Bei wieviel Volt bist Du? Und bedenke Chatten usw. ist keine Last! Es muß eine Furmark stabile Spannung sein, nicht daß Dir irgendwann bei einer wichtigen Sache der Rechner einfriert und Daten weg sind.

Zum Ram:

Also zuerst wollte ich die Kingston. Liegen so bei 110 EUR aufwärts. Die Corsairs für um die 80 EUR sehe ich nicht als Aufpreis im Vergleich zu anderen Riegeln. Dafür gibts aber bessere Performance. Wenn ich sie hab, bench ich sie. Ein paar von den Angeboten hier 8GB CORSAIR Vengeance - High Performance Laptop Memory (CMSX8GX3M2A1866C10) - Daten- und Preisvergleich - Schottenland.de sind schon extrem. Frag mich was mit denen los ist, wenn ab 25,60 EUR Angebote gelistet werden? Ist das wie mit verbeulten Konserven


----------



## doodlez (7. Januar 2012)

also hab ma auf der Seite geschaut obs so ungefähre Einstellungen gibt und hab die übernommen die für nen E350 vorgeschlagen wurden 


P0 1,2250
P1 1,0500
P2 0,8250 diesen Wert hab ich selber ermittelt um zu Wissen wie weit er noch runter geht ohne das er einfriert zwecks Idle modus chatten und so
NB P0 0,8500
NB P1 0,8000


Diese Werte Laufen bei mir Stabil und wenns bei dir so läuft musste einfach auf Service drücken und dann nen Haken bei Make Custom ...... und dann Updaten dann sollte es eigentlich gehen




zu dem Ram wäre ich ma interesiert, weil je öfters ich jetzt schaue finde ich das der Brazos bis zu 1333 Mhz unterstützt und die Lianos ein bisschen mehr, aber das werden wir ja sehen, ich finde aber für das bisschen mehr Performance würde nicht so viel ausgeben da die Apu eher der Flaschenhals ist


----------



## Ementec (8. Januar 2012)

Also ich habe bis jetzt nur auf der ersten Seite vom BraosTweaker "P0" was eingestellt. Dort lief 1,2000 V im Furmark über lange Zeit stabil. Mit den anderen Werten habe ich mich noch nicht weiter befasst. Muß ich mir erst eine Hilfe dazu durchlesen, weil so selbsterklärend isses ja leider nicht.
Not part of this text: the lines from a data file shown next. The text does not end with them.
def cell_bounds(string, segment, target, open_circuit=None):
    """Upper bounds of P over every cell of a segment (B, M - 1), and the dP/dt range width
    per unit of t (inf where not computed): a bound already proven below ``target`` (B, 1)
    stays (``segment.known``); elsewhere the corner bound, and the slope bound where the corner
    bound exceeds the target and the current is positive at both ends. The bounds found are
    kept in ``segment.known``."""
    previous = segment.known[:, :-1]
    settled = previous <= target
    if segment.last is not None and np.all(settled):
        # nothing added since the last pass, and every cell proven below the target: as then
        return segment.last
    view = _Finite(segment)
    bound = np.where(settled, previous, corner_bounds(view, open_circuit))
    width = np.full(bound.shape, np.inf)
    need = ((bound > target) & (view.current[:, :-1] > 0) & (view.current[:, 1:] > 0)
            & (view.t[:, 1:] > view.t[:, :-1]))
    if np.any(need):
        # (a row's padding repeats one of its cells: the same bound is written twice)
        cells, real = _compact(need)
        slope, spread = slope_bounds(string, view, cells, real)
        rows = np.arange(bound.shape[0])[:, None]
        bound[rows, cells] = np.minimum(bound[rows, cells], slope)
        width[rows, cells] = spread
    if not view.complete:
        # the ends of the segment with no finite sample to close onto
        before, after = _open_ends(view)
        bound = np.where(view.lead[:, :-1], before, bound)
        bound = np.where(view.trail[:, 1:], after, bound)
    segment.known[:, :-1] = bound
    segment.last = (bound, width, view)
    return bound, width, view


def _points(segment, fail, bound, width, t_mpp, p_mpp, holds_mpp, tolerance):
    """New pilot voltages (B, K) for a segment's failing cells, NaN-padded: around the MPP
    (rows where ``holds_mpp``) points at geometrically growing distances covering the run of
    failing cells next to it, elsewhere each failing cell's quarter points. ``segment`` is the
    finite view (_Finite)."""
    t = segment.t
    rows, count = fail.shape
    if not (holds_mpp & fail).any():
        # (no MPP here: quarter points only)
        return _quarter_points(segment, fail, np.empty((rows, 0)))
    index = np.arange(count)[None, :]
    # the cells on each side of the MPP: cell k spans [t_k, t_k+1]
    at = np.argmin(np.abs(t - t_mpp), axis=1)[:, None]                   # the MPP's sample
    ok = ~fail
    left_ok = np.max(np.where(ok & (index < at), index, -1), axis=1)[:, None]
    right_ok = np.min(np.where(ok & (index >= at), index, count), axis=1)[:, None]
    in_run = holds_mpp & (index > left_ok) & (index < right_ok)
    left_end = np.take_along_axis(t, np.clip(left_ok + 1, 0, count), axis=1)
    right_end = np.take_along_axis(t, np.clip(right_ok, 0, count), axis=1)
    # the first distance: the slope bound's excess over a cell of length d next to the
    # maximum is about width d^2; keep it to half the tolerance
    # (or, where only the corner bound serves, a first-order excess: the excess over the
    # cell next to the MPP per unit of its length, times the distance)
    sides = np.concatenate([np.clip(at - 1, 0, count - 1), np.clip(at, 0, count - 1)], axis=1)
    near = np.take_along_axis(width, sides, axis=1).max(axis=1, keepdims=True)
    lengths = np.take_along_axis(np.diff(t, axis=1), sides, axis=1)
    with np.errstate(invalid="ignore", divide="ignore", over="ignore"):
        rate = np.max((np.take_along_axis(bound, sides, axis=1) - p_mpp) / lengths, axis=1,
                      keepdims=True)
        first = np.fmax(np.sqrt(0.5 * tolerance / near), 0.5 * tolerance / rate)
    floor = 2 * np.finfo(float).eps * np.maximum(np.abs(t_mpp), 1.0)
    first = np.where(np.isfinite(first) & (first > 0), np.maximum(first, floor), np.nan)
    steps = first * GROWTH ** np.arange(GROWTH_STEPS)[None, :]
    around = np.concatenate([np.where(steps < t_mpp - left_end, t_mpp - steps, np.nan),
                             np.where(steps < right_end - t_mpp, t_mpp + steps, np.nan)],
                            axis=1)
    around = np.where(holds_mpp & in_run.any(axis=1, keepdims=True), around, np.nan)
    return _quarter_points(segment, fail, around)


def _quarter_points(segment, fail, around):
    """``around`` (B, G) with the quarter points of every failing cell that none of them
    splits: sorted, NaN-padded, no point twice or outside the samples' range."""
    t = segment.t
    cells, real = _compact(fail)
    rows = np.arange(t.shape[0])[:, None]
    own = segment.open[rows, cells]
    lo = np.where(own, segment.t_own[rows, cells], t[rows, cells])
    hi = np.where(own, segment.t_own[rows, cells + 1], t[rows, cells + 1])
    split = ((around[:, None, :] > lo[:, :, None]) & (around[:, None, :] < hi[:, :, None])
             ).any(axis=2)
    # (at its quarter points: one pass of these does what two of halving would)
    middle = lo[:, :, None] + (hi - lo)[:, :, None] * np.array([0.25, 0.5, 0.75])
    middle = np.where((real & ~split)[:, :, None] & (middle > lo[:, :, None])
                      & (middle < hi[:, :, None]), middle, np.nan).reshape(lo.shape[0], -1)
    new = np.concatenate([around, middle], axis=1)
    # no point outside the samples' range, and none twice
    own_t = segment.t_own
    new = np.where((new > own_t[:, :1]) & (new < own_t[:, -1:]), new, np.nan)
    new = np.sort(new, axis=1)
    new[:, 1:] = np.where(new[:, 1:] == new[:, :-1], np.nan, new[:, 1:])
    new = np.sort(new, axis=1)
    keep = max(int(np.isfinite(new).sum(axis=1).max()), 0)
    return new[:, :keep]


def polisher(string, segments):
    """The polish ``certify`` calls: the root of dP/dt in a bracket on a segment's branch state
    (numerics.bracketed_root; rows not to polish come with a zero-length bracket). A
    non-finite dP/dt counts as rising, as in solve.py."""
    def polish(k, lower, upper, g_lower, g_upper):
        segment = segments[k]

        def power_slope(t):
            e = segment.evaluate(string, t)
            with np.errstate(invalid="ignore", over="ignore"):
                g = e["dcurrent"] * e["voltage"] + e["current"] * e["dvoltage"]
            return np.where(np.isfinite(g), g, 1e300)

        return bracketed_root(power_slope, lower, upper, end_values=(g_lower, g_upper),
                              idle=np.nan)
    # (certify builds the same polish on a restriction of the batch: _certify_rows)
    polish.rebuilt = polisher
    return polish


def _as_point(e, shape):
    """current, voltage and element voltages of an evaluation, as (B, 1) arrays."""
    return {"current": np.array(np.broadcast_to(e["current"], shape), dtype=float),
            "voltage": np.array(np.broadcast_to(e["voltage"], shape), dtype=float),
            "voltages": [np.array(np.broadcast_to(x, shape), dtype=float)
                         for x in e["voltages"]]}


def _move(string, segment, k, rows, polish):
    """For the designs ``rows`` whose best evaluated point lies in this segment: that point,
    polished by a root of dP/dt in the cell next to it where dP/dt changes sign (kept only if
    it is at least as high). Returns (t, evaluation) (B, 1) (other rows: their best sample)."""
    power = np.where(np.isfinite(segment.power), segment.power, -np.inf)
    i = np.argmax(power, axis=1)[:, None]
    last = segment.t.shape[1] - 1
    g = segment.slope
    t_best = np.take_along_axis(segment.t, i, axis=1)
    rising = np.take_along_axis(g, i, axis=1) >= 0
    lo = np.where(rising, i, np.clip(i - 1, 0, last))
    hi = np.where(rising, np.clip(i + 1, 0, last), i)
    t_lo, t_hi = (np.take_along_axis(segment.t, x, axis=1) for x in (lo, hi))
    g_lo, g_hi = (np.take_along_axis(g, x, axis=1) for x in (lo, hi))
    bracket = (rows[:, None] & np.isfinite(g_lo) & np.isfinite(g_hi) & (g_lo >= 0)
               & (g_hi <= 0) & (t_hi > t_lo))
    t_new = t_best
    if bracket.any():
        root = polish(k, np.where(bracket, t_lo, t_best),
                      np.where(bracket, t_hi, t_best), np.where(bracket, g_lo, 0.0),
                      np.where(bracket, g_hi, 0.0))
        t_new = np.where(bracket & np.isfinite(root), root, t_best)
    both = np.concatenate([t_new, t_best], axis=1)
    e = segment.evaluate(string, both)
    point = _as_point(e, both.shape)
    with np.errstate(invalid="ignore", over="ignore"):
        p = point["current"] * point["voltage"]
    root_wins = np.isfinite(p[:, :1]) & (p[:, :1] >= p[:, 1:])
    segment.merge(Segment.from_evaluation(segment.state, t_new, {
        key: (x[:, :1] if key != "voltages" else [y[:, :1] for y in x])
        for key, x in {**point, "dcurrent": np.broadcast_to(e["dcurrent"], both.shape),
                       "dvoltage": np.broadcast_to(e["dvoltage"], both.shape)}.items()},
        [t.name for t in string.tunnels], segment.by_current))
    pick = lambda x: np.where(root_wins, x[:, :1], x[:, 1:])  # noqa: E731
    return pick(both), {"current": pick(point["current"]), "voltage": pick(point["voltage"]),
                        "voltages": [pick(x) for x in point["voltages"]]}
Zum Ram gibts unterschiedliche Angebote Amazon.de: Neu und gebraucht: Corsair Vengeance SoDimm CL10 PC3-14900 Arbeitsspeicher 8GB (1866MHz, 4x 2GB) DDR3-RAM Kit , noch etwas günstiger gehts sogar beim Hitmeister (1 Kit haben die noch zu dem Preis) 8GB CORSAIR Vengeance - High Performance Laptop Memory (CMSX8GX3M2A1866C10) - Daten- und Preisvergleich - Schottenland.de , wobei ich mich schon frag, warum die einen sooo günstig sind und andere normalpreisig klingen (trotzdem wesentlich günstiger als im Vergleich zu Kingston)?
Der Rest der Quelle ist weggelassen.